30 August 2000: The Court issues notices to the Ministry of Urban Development, Vice Chairman, Delhi Development Authroity (DDA), Commisioner, Municipal Corporation of Delhi (MCD) and Chief Secretary, Government of NCT of Delhi to show cause why appropriate orders be not passed for directing compliance of the earlier orders of this Court including Order dated 8 September 1999. {Scale, Vol. 8 (2000), p. 363}

12 September 2000: Frustrated by the inaction of NCT Delhi and MCD, the Court constituted a nodal agency in the Ministry of Urban Development. The Ministry was directed to set up a cell to see the implementation of the orders passed by the court. {Scale, Vol. 7 (2000), p. 618}

14 November 2000: The Court noted that ultimately the Government of NCT Delhi was the authority which had to implement its orders as well as the directions which may be issued by the Nodal Agency. Mere allotment of land was no answer to the closure of the units, which were polluting. The Court also said that that "How, and, in what manner, and if at all, the violators of the law are to be rehabilitated is not the concern of this Court. We are only concerned with the implementation of the Orders, which orders only imply that the Rule of Law should be enforced by the Government itself. By enacting a law and framing a Master Plan and then knowingly allowing the same to be violated only encourages lawlessness."

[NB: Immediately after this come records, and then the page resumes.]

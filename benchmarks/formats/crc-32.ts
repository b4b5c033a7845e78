/** The checksum that zip archives carry for every entry. */

import { isHostLittleEndian } from "./host-byte-order";

const tableCount = 8;
const tables = makeTables();

/**
 * CRC-32 of the bytes, with the reversed polynomial 0xEDB88320 of zip, eight bytes at a time.
 *
 * @param bytes what to sum
 * @returns the checksum, 0 to 2^32 - 1
 * @example crc32(new TextEncoder().encode("123456789")) // 0xcbf43926
 * @see ISO/IEC 13239:2002, 4.2.5.2; Kounavis and Berry (2008), "Novel table lookup-based algorithms for
 *   high-performance CRC generation" (slicing by eight)
 */
export function crc32(bytes: Uint8Array): number {
  const [t0, t1, t2, t3, t4, t5, t6, t7] = tables;
  // Whole words are read where words may begin; the bytes before and after go one by one.
  const from = Math.min(bytes.length, -bytes.byteOffset & 3);
  const wordCount = isHostLittleEndian ? 2 * ((bytes.length - from) >> 3) : 0;
  const words =
    wordCount > 0 ? new Int32Array(bytes.buffer, bytes.byteOffset + from, wordCount) : new Int32Array(0);
  let sum = sumBytes(-1, bytes, 0, from);
  for (let k = 0; k < wordCount; k += 2) {
    const low = words[k] ^ sum;
    const high = words[k + 1];
    sum =
      t7[low & 255] ^
      t6[(low >>> 8) & 255] ^
      t5[(low >>> 16) & 255] ^
      t4[low >>> 24] ^
      t3[high & 255] ^
      t2[(high >>> 8) & 255] ^
      t1[(high >>> 16) & 255] ^
      t0[high >>> 24];
  }
  return ~sumBytes(sum, bytes, from + 4 * wordCount, bytes.length) >>> 0;
}

function sumBytes(start: number, bytes: Uint8Array, from: number, to: number): number {
  const [table] = tables;
  let sum = start;
  for (let i = from; i < to; i++) sum = table[(sum ^ bytes[i]) & 255] ^ (sum >>> 8);
  return sum;
}

function makeTables(): Int32Array[] {
  const first = Int32Array.from({ length: 256 }, (_, byte) => {
    let sum = byte;
    for (let bit = 0; bit < 8; bit++) sum = sum & 1 ? (sum >>> 1) ^ 0xedb88320 : sum >>> 1;
    return sum;
  });
  const all = [first];
  for (let k = 1; k < tableCount; k++) {
    all.push(all[k - 1].map((sum) => first[sum & 255] ^ (sum >>> 8)));
  }
  return all;
}
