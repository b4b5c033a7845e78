/** The header that stands before each entry's data in a zip archive. */

import { badZip } from "./bad-zip";

const localSignature = 0x04034b50;

/**
 * What the central directory says about an entry, to be compared with its local header.
 *
 * @example const stated: StatedEntry = { at: 200, nameBytes: 5, methodCode: 0, headerAt: 0, name: "u.npy" }
 */
export interface StatedEntry {
  /** Byte offset of the entry in the central directory. */
  at: number;
  nameBytes: number;
  methodCode: number;
  headerAt: number;
  name: string;
}

/**
 * Finds where an entry's data begin, and holds its local header against the central directory.
 *
 * @param bytes the whole archive
 * @param view the same bytes
 * @param stated the entry as the central directory states it
 * @returns byte offset of the packed data
 * @throws DataError `format/bad-zip` where the header is missing or contradicts the directory
 * @example localDataStart(bytes, view, { at: 200, nameBytes: 5, methodCode: 0, headerAt: 0, name: "u.npy" }) // 35
 * @see PKWARE APPNOTE.TXT 6.3.10, 4.3.7
 */
export function localDataStart(bytes: Uint8Array, view: DataView, stated: StatedEntry): number {
  const { headerAt, name } = stated;
  if (headerAt + 30 > stated.at || view.getUint32(headerAt, true) !== localSignature) {
    throw badZip(`The entry "${name}" has no header at byte ${headerAt}`, stated.at + 42, name);
  }
  if (view.getUint16(headerAt + 8, true) !== stated.methodCode) {
    throw badZip(`The entry "${name}" names two packing methods`, headerAt + 8, name);
  }
  const nameBytes = view.getUint16(headerAt + 26, true);
  const isSameName =
    nameBytes === stated.nameBytes &&
    headerAt + 30 + nameBytes <= stated.at &&
    isEqual(bytes, headerAt + 30, stated.at + 46, nameBytes);
  if (!isSameName) throw badZip(`The entry "${name}" has two different names`, headerAt + 26, name);
  return headerAt + 30 + nameBytes + view.getUint16(headerAt + 28, true);
}

function isEqual(bytes: Uint8Array, a: number, b: number, length: number): boolean {
  for (let i = 0; i < length; i++) if (bytes[a + i] !== bytes[b + i]) return false;
  return true;
}
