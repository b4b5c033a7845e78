/** Zip64: sizes and offsets of 64 bits, which NumPy writes for large arrays. */

import { badZip } from "./bad-zip";

const locatorSignature = 0x07064b50;
const zip64EndSignature = 0x06064b50;
const all32 = 0xffffffff;
const zip64Tag = 1;

/**
 * Where a central directory lies and how many entries it has.
 *
 * @example const end: DirectoryEnd = { entryCount: 2, directoryBytes: 92, directoryAt: 1024, endAt: 1116 }
 */
export interface DirectoryEnd {
  entryCount: number;
  directoryBytes: number;
  directoryAt: number;
  /** Byte offset of the end record itself. */
  endAt: number;
}

/**
 * Sizes and place of an entry; 0xFFFFFFFF stands for a value kept in the zip64 field.
 *
 * @example const sizes: EntrySizes = { bytes: 0xffffffff, packedBytes: 512, headerAt: 0 }
 */
export interface EntrySizes {
  bytes: number;
  packedBytes: number;
  headerAt: number;
}

/**
 * Reads the zip64 end record, where a locator stands before the ordinary end record.
 *
 * @param view the whole archive
 * @param endAt byte offset of the ordinary end record
 * @returns the directory's place, or null where the archive has no zip64 end record
 * @throws DataError `format/bad-zip` where locator and record contradict each other
 * @example readZip64End(view, view.byteLength - 22) // null for small archives
 * @see PKWARE APPNOTE.TXT 6.3.10, 4.3.14 and 4.3.15
 */
export function readZip64End(view: DataView, endAt: number): DirectoryEnd | null {
  const locatorAt = endAt - 20;
  if (locatorAt < 0 || view.getUint32(locatorAt, true) !== locatorSignature) return null;
  const at = readUint64(view, locatorAt + 8);
  if (at + 56 > locatorAt || view.getUint32(at, true) !== zip64EndSignature) {
    throw badZip("The zip64 locator does not point at a zip64 end record", locatorAt + 8);
  }
  const entryCount = readUint64(view, at + 32);
  const isOneVolume = view.getUint32(at + 16, true) === 0 && view.getUint32(at + 20, true) === 0;
  if (!isOneVolume || readUint64(view, at + 24) !== entryCount) {
    throw badZip("The archive consists of several volumes, expected was one", at + 16);
  }
  return {
    entryCount,
    directoryBytes: readUint64(view, at + 40),
    directoryAt: readUint64(view, at + 48),
    endAt: at,
  };
}

/**
 * Replaces the sizes that stand as 0xFFFFFFFF by those of the entry's zip64 field.
 *
 * @param view the whole archive
 * @param extraAt byte offset of the entry's extra fields in the central directory
 * @param extraBytes their length
 * @param sizes the entry's sizes, changed in place
 * @throws DataError `format/bad-zip` where the field is missing or short
 * @example readZip64Sizes(view, 251, 28, sizes)
 * @see PKWARE APPNOTE.TXT 6.3.10, 4.5.3
 */
export function readZip64Sizes(view: DataView, extraAt: number, extraBytes: number, sizes: EntrySizes): void {
  const extraEnd = extraAt + extraBytes;
  for (let at = extraAt; at + 4 <= extraEnd;) {
    const fieldEnd = at + 4 + view.getUint16(at + 2, true);
    if (fieldEnd > extraEnd) break;
    if (view.getUint16(at, true) !== zip64Tag) {
      at = fieldEnd;
      continue;
    }
    let next = at + 4;
    for (const key of ["bytes", "packedBytes", "headerAt"] as const) {
      if (sizes[key] !== all32) continue;
      if (next + 8 > fieldEnd) throw badZip("The zip64 field of an entry is too short", at);
      sizes[key] = readUint64(view, next);
      next += 8;
    }
    return;
  }
  throw badZip("An entry refers to a zip64 field that is not there", extraAt);
}

/** Beyond 2^53 the nearest double: larger than any file, so that range checks refuse it. */
function readUint64(view: DataView, at: number): number {
  return view.getUint32(at + 4, true) * 2 ** 32 + view.getUint32(at, true);
}
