/** Stored bytes into double precision: both byte orders, real and complex numbers, whole numbers exactly. */

import { DataError } from "../scoring/data-error";

import { isHostLittleEndian } from "./host-byte-order";
import type { NumberType } from "./number-type";

const twoTo32 = 2 ** 32;
const twoTo21 = 2 ** 21;

/**
 * Converts `count` stored values to double precision, in the order of the file.
 *
 * float32 and int32 are converted exactly; int64 exactly or refused beyond 2^53.
 *
 * @param bytes the file; long enough for all values
 * @param start byte offset of the first value
 * @param count number of values, complex ones counted once
 * @param type how a value is stored
 * @returns real parts, and imaginary parts or null; arrays of their own, never views of the file
 * @throws DataError `values/not-exact` where a whole number exceeds 2^53, with its index and byte offset
 * @throws RangeError where the bytes do not hold that many values
 * @example convertValues(Uint8Array.of(0, 0, 0, 7), 0, 1, { name: "int32", itemBytes: 4, isLittleEndian: false, isComplex: false })
 * @see IEEE Std 754-2019, 5.4.1 (widening conversions are exact)
 */
export function convertValues(
  bytes: Uint8Array,
  start: number,
  count: number,
  type: NumberType,
): { values: Float64Array; imaginary: Float64Array | null } {
  const length = count * type.itemBytes;
  if (start + length > bytes.length) {
    throw new RangeError(`${count} values need bytes up to ${start + length}, there are ${bytes.length}`);
  }
  if (type.name === "int64") return { values: readInt64(bytes, start, count, type), imaginary: null };
  if (type.name === "int32") return { values: readInt32(bytes, start, count, type), imaginary: null };
  const numbers = readFloats(bytes, start, length, type);
  return type.isComplex ? splitComplex(numbers, count) : { values: numbers, imaginary: null };
}

function readFloats(bytes: Uint8Array, start: number, length: number, type: NumberType): Float64Array {
  const isDouble = type.name === "float64" || type.name === "complex128";
  const own = new Uint8Array(length);
  own.set(bytes.subarray(start, start + length));
  if (type.isLittleEndian !== isHostLittleEndian) swapBytes(own, isDouble ? 8 : 4);
  return isDouble ? new Float64Array(own.buffer) : new Float64Array(new Float32Array(own.buffer));
}

/** Reverses the bytes of each item in place. */
function swapBytes(bytes: Uint8Array, itemBytes: 4 | 8): void {
  const words = new Uint32Array(bytes.buffer);
  for (let i = 0; i < words.length; i++) {
    const w = words[i];
    words[i] = (w << 24) | ((w & 0xff00) << 8) | ((w >>> 8) & 0xff00) | (w >>> 24);
  }
  if (itemBytes === 4) return;
  for (let i = 0; i + 1 < words.length; i += 2) {
    const first = words[i];
    words[i] = words[i + 1];
    words[i + 1] = first;
  }
}

function splitComplex(
  numbers: Float64Array,
  count: number,
): { values: Float64Array; imaginary: Float64Array } {
  const values = new Float64Array(count);
  const imaginary = new Float64Array(count);
  for (let i = 0; i < count; i++) {
    values[i] = numbers[2 * i];
    imaginary[i] = numbers[2 * i + 1];
  }
  return { values, imaginary };
}

function readInt32(bytes: Uint8Array, start: number, count: number, type: NumberType): Float64Array {
  const view = new DataView(bytes.buffer, bytes.byteOffset + start);
  const values = new Float64Array(count);
  for (let i = 0; i < count; i++) values[i] = view.getInt32(4 * i, type.isLittleEndian);
  return values;
}

function readInt64(bytes: Uint8Array, start: number, count: number, type: NumberType): Float64Array {
  const view = new DataView(bytes.buffer, bytes.byteOffset + start);
  const values = new Float64Array(count);
  const [highAt, lowAt] = type.isLittleEndian ? [4, 0] : [0, 4];
  for (let i = 0; i < count; i++) {
    const high = view.getInt32(8 * i + highAt, type.isLittleEndian);
    const low = view.getUint32(8 * i + lowAt, type.isLittleEndian);
    const isExact = (high >= -twoTo21 && high < twoTo21) || (high === twoTo21 && low === 0);
    if (!isExact) {
      const byte = start + 8 * i;
      const found = view.getBigInt64(8 * i, type.isLittleEndian);
      throw new DataError(
        "values/not-exact",
        `The whole number ${found} at index ${i} (byte ${byte}) lies beyond 2^53 and has no exact double. ` +
          'Write the field as float64: u.astype("float64").',
        `index ${i}, byte ${byte}`,
      );
    }
    values[i] = high * twoTo32 + low;
  }
  return values;
}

The Court issued Contempt notices to the Chief Secretary, Government of NCT of Delhi and Commissioner MCD. {Scale, Vol. 7 (2000), p. 618}

7 December 2000: The Court directed that under the supervision of the Nodal Agency, the Government of NCT of Delhi, MCD and DDA will close all the polluting units functioning in non-conforming/residential areas or zones within a period of four weeks. The Chief Secretary, Government of NCT of Delhi, the Commissioner, MCD Vice Chairman, DDA, as well as the Commissioner of Police, Delhi were directed to render all assistance to and comply with the directions issued by the Nodal Agency in compliance of Courts order regarding closure and/or re-location. {Scale, Vol. 8 (2000), p. 386}

17 December 2000: In accordance with the direction issued by the Nodal Agency, the Ministry of Urban Development to Delhi Government, the NCT Government in first phase takes action for the closure of 27 industries falling in F category in the Master Plan from non-conforming areas in Delhi from December 18, 2000.

7 January 2001: The Nodal Agency, directs that in the second phase, 42 industries in group F in the Master Plan should be closed from non-conforming areas in Delhi.

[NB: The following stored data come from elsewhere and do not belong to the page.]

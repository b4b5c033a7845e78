/** The checksum that zip archives carry for every entry. */

const tableCount = 8;
const tables = makeTables();

/**
 * CRC-32 of the bytes, with the reversed polynomial 0xEDB88320 of zip, eight bytes at a time.
 *
 * @param bytes what to sum
 * @returns the checksum, 0 to 2^32 - 1
 * @example crc32(new TextEncoder().encode("123456789")) // 0xcbf43926
 * @see ISO/IEC 13239:2002, 4.2.5.2; Kounavis and Berry (2008), "Novel table lookup-based algorithms for
 *   high-performance CRC generation" (slicing by eight)
 */
export function crc32(bytes: Uint8Array): number {
  const [t0, t1, t2, t3, t4, t5, t6, t7] = tables;
  let sum = 0xffffffff;
  let i = 0;
  for (; i + 8 <= bytes.length; i += 8) {
    sum ^= bytes[i] | (bytes[i + 1] << 8) | (bytes[i + 2] << 16) | (bytes[i + 3] << 24);
    sum =
      t7[sum & 255] ^
      t6[(sum >>> 8) & 255] ^
      t5[(sum >>> 16) & 255] ^
      t4[sum >>> 24] ^
      t3[bytes[i + 4]] ^
      t2[bytes[i + 5]] ^
      t1[bytes[i + 6]] ^
      t0[bytes[i + 7]];
  }
  for (; i < bytes.length; i++) sum = t0[(sum ^ bytes[i]) & 255] ^ (sum >>> 8);
  return ~sum >>> 0;
}

function makeTables(): Int32Array[] {
  const first = Int32Array.from({ length: 256 }, (_, byte) => {
    let sum = byte;
    for (let bit = 0; bit < 8; bit++) sum = sum & 1 ? (sum >>> 1) ^ 0xedb88320 : sum >>> 1;
    return sum;
  });
  const all = [first];
  for (let k = 1; k < tableCount; k++) {
    all.push(all[k - 1].map((sum) => first[sum & 255] ^ (sum >>> 8)));
  }
  return all;
}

24 January 2001: The Court clarifies that irrespective of the fact whether an industry had put an Effluent Treatment Plant (ETP) or any other device but as long as such an industry was in non-conforming or residential area it had to be closed down. {Scale, Vol. 1 (2001), p. 420}

8 February 2001: Court constitutes a Review Committee to hear the complaints regarding sealing of industries in non-conforming/residential areas. The Review Committee was directed to decide within one week. Further, the Court directed that the sealing operation to be completed within a period of four weeks and progress made be reported to Court in six weeks. {Scale, Vol. 2 (2001) p. 309}.

39,000 industries were identified by DPCC for relocation. During the sealing operations carried out in the month of December 2000, 17600 industries were visited by the Sealing Committee. It sealed 3700 industries, 7900 units were found vacant and 6000 units were found located in approved industrial areas meant for light industries. 21,400 units were not visited by the Sealing Committee therefore, the Court granted further six weeks time to the Sealing Committee to carry out its remaining task. In the second phase, DPCC took action only against 33 types of industries of a list of 42 types fit for sealing in non-conforming areas.

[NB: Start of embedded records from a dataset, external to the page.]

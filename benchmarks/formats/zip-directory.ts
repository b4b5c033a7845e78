/** The central directory of a zip archive, read whole and checked before any entry is opened. */

import { DataError } from "../scoring/data-error";

import { badZip } from "./bad-zip";
import { localDataStart } from "./zip-local-header";
import { readZip64End, readZip64Sizes, type DirectoryEnd } from "./zip64";

/**
 * One entry of the archive, as its central directory states it.
 *
 * @example readZipDirectory(bytes).map((entry) => entry.name) // ["x.npy", "u.npy"]
 */
export interface ZipEntry {
  name: string;
  method: "stored" | "deflated";
  crc: number;
  packedBytes: number;
  /** Size once unpacked, as declared. Nothing has been unpacked yet. */
  bytes: number;
  /** Byte offset of the packed data. */
  dataAt: number;
}

const endSignature = 0x06054b50;
const entrySignature = 0x02014b50;
const endBytes = 22;
const maxCommentBytes = 65535;
const maxEntries = 64;
const maxNameBytes = 255;
const all32 = 0xffffffff;

/**
 * Lists the entries of a zip archive by its central directory, with zip64 where NumPy writes it.
 *
 * Every entry's local header is read too and must agree. Refused are encrypted entries, methods but stored
 * and deflated, repeated names, data of entries that overlap, archives of several volumes, and more than 64
 * entries.
 *
 * @param bytes the whole archive
 * @returns entries in the order of the directory; sizes as declared
 * @throws DataError `format/truncated`, `format/bad-zip`, `format/encrypted`, `format/zip-method` or
 *   `format/duplicate-entry`, naming the entry and byte offset
 * @example const entries = readZipDirectory(bytes)
 * @see PKWARE APPNOTE.TXT 6.3.10, 4.3.12 (central directory) and 4.3.16 (end record)
 */
export function readZipDirectory(bytes: Uint8Array): ZipEntry[] {
  const view = new DataView(bytes.buffer, bytes.byteOffset, bytes.byteLength);
  const end = findEnd(view);
  if (end.entryCount > maxEntries) {
    throw badZip(`The archive claims ${end.entryCount} entries, at most ${maxEntries} are read`, end.endAt);
  }
  if (end.directoryAt + end.directoryBytes !== end.endAt) {
    throw badZip(
      `The central directory is said to lie at bytes ${end.directoryAt} to ` +
        `${end.directoryAt + end.directoryBytes}, but must end at byte ${end.endAt}`,
      end.endAt,
    );
  }
  const entries: ZipEntry[] = [];
  const names = new Set<string>();
  let at = end.directoryAt;
  for (let i = 0; i < end.entryCount; i++) {
    const { entry, next } = readEntry(bytes, view, at, end.endAt);
    if (names.has(entry.name)) {
      throw new DataError(
        "format/duplicate-entry",
        `The archive holds the entry "${entry.name}" twice, the second time at byte ${at}. Write each array once.`,
        `entry ${entry.name}, byte ${at}`,
      );
    }
    names.add(entry.name);
    entries.push(entry);
    at = next;
  }
  if (at !== end.endAt) throw badZip("The central directory holds more than the stated entries", at);
  refuseOverlaps(entries, end.directoryAt);
  return entries;
}

function findEnd(view: DataView): DirectoryEnd {
  const last = view.byteLength - endBytes;
  for (let at = last; at >= Math.max(0, last - maxCommentBytes); at--) {
    if (view.getUint32(at, true) !== endSignature) continue;
    if (at + endBytes + view.getUint16(at + 20, true) !== view.byteLength) continue;
    return readEnd(view, at);
  }
  throw new DataError(
    "format/truncated",
    `The archive has no end record: the file stops at byte ${view.byteLength} before its central directory is ` +
      "complete. Send the whole file.",
    `byte ${view.byteLength}`,
  );
}

function readEnd(view: DataView, at: number): DirectoryEnd {
  const zip64 = readZip64End(view, at);
  if (zip64 !== null) return zip64;
  const [disk, directoryDisk, entriesHere, entryCount] = [4, 6, 8, 10].map((k) =>
    view.getUint16(at + k, true),
  );
  if (disk !== 0 || directoryDisk !== 0 || entriesHere !== entryCount) {
    throw badZip("The archive consists of several volumes, expected was one", at + 4);
  }
  return {
    entryCount,
    directoryBytes: view.getUint32(at + 12, true),
    directoryAt: view.getUint32(at + 16, true),
    endAt: at,
  };
}

function readEntry(
  bytes: Uint8Array,
  view: DataView,
  at: number,
  endAt: number,
): { entry: ZipEntry; next: number } {
  if (at + 46 > endAt || view.getUint32(at, true) !== entrySignature) {
    throw badZip("An entry of the central directory does not begin with its signature", at);
  }
  const nameBytes = view.getUint16(at + 28, true);
  const extraBytes = view.getUint16(at + 30, true);
  const next = at + 46 + nameBytes + extraBytes + view.getUint16(at + 32, true);
  if (next > endAt) throw badZip("An entry of the central directory runs beyond the directory's end", at);
  if (nameBytes > maxNameBytes)
    throw badZip(
      `The name of an entry is ${nameBytes} bytes long, at most ${maxNameBytes} are read`,
      at + 28,
    );
  const name = new TextDecoder().decode(bytes.subarray(at + 46, at + 46 + nameBytes));
  const flags = view.getUint16(at + 8, true);
  if (flags & 0x2041) {
    throw new DataError(
      "format/encrypted",
      `The entry "${name}" is encrypted (byte ${at + 8}). Write the archive without a password.`,
      `entry ${name}, byte ${at + 8}`,
    );
  }
  const methodCode = view.getUint16(at + 10, true);
  if (methodCode !== 0 && methodCode !== 8) {
    throw new DataError(
      "format/zip-method",
      `The entry "${name}" is packed with method ${methodCode} (byte ${at + 10}). Stored (0) and deflated (8) ` +
        "are read, as numpy.savez and numpy.savez_compressed write them.",
      `entry ${name}, byte ${at + 10}`,
    );
  }
  const sizes = {
    bytes: view.getUint32(at + 24, true),
    packedBytes: view.getUint32(at + 20, true),
    headerAt: view.getUint32(at + 42, true),
  };
  if (sizes.bytes === all32 || sizes.packedBytes === all32 || sizes.headerAt === all32) {
    readZip64Sizes(view, at + 46 + nameBytes, extraBytes, sizes);
  }
  const dataAt = localDataStart(bytes, view, { at, nameBytes, methodCode, headerAt: sizes.headerAt, name });
  const method = methodCode === 0 ? "stored" : "deflated";
  if (method === "stored" && sizes.bytes !== sizes.packedBytes) {
    throw badZip(`The stored entry "${name}" has two different sizes`, at + 20, name);
  }
  const crc = view.getUint32(at + 16, true);
  return { entry: { name, method, crc, dataAt, bytes: sizes.bytes, packedBytes: sizes.packedBytes }, next };
}

function refuseOverlaps(entries: readonly ZipEntry[], directoryAt: number): void {
  let free = 0;
  for (const entry of [...entries].sort((a, b) => a.dataAt - b.dataAt)) {
    if (entry.dataAt < free) {
      throw badZip(`The entry "${entry.name}" overlaps the one before it`, entry.dataAt, entry.name);
    }
    free = entry.dataAt + entry.packedBytes;
    if (free > directoryAt) {
      throw badZip(
        `The entry "${entry.name}" claims ${entry.packedBytes} bytes from byte ${entry.dataAt} on, which runs ` +
          `into the central directory at byte ${directoryAt}`,
        entry.dataAt,
        entry.name,
      );
    }
  }
}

1 March, 2001: De-sealing/opening of nearly 10,000 industries sealed/ found vacant in first phase were ordered, as they were prepared to give an undertaking that they would not carry out any industrial activity or illegal trade in their premises.

Mean while sealing operations under Phase II is in progress. It is hoped that the relocation/closure of polluting industries will go a long way in curbing the menace of environmental pollution in Delhi.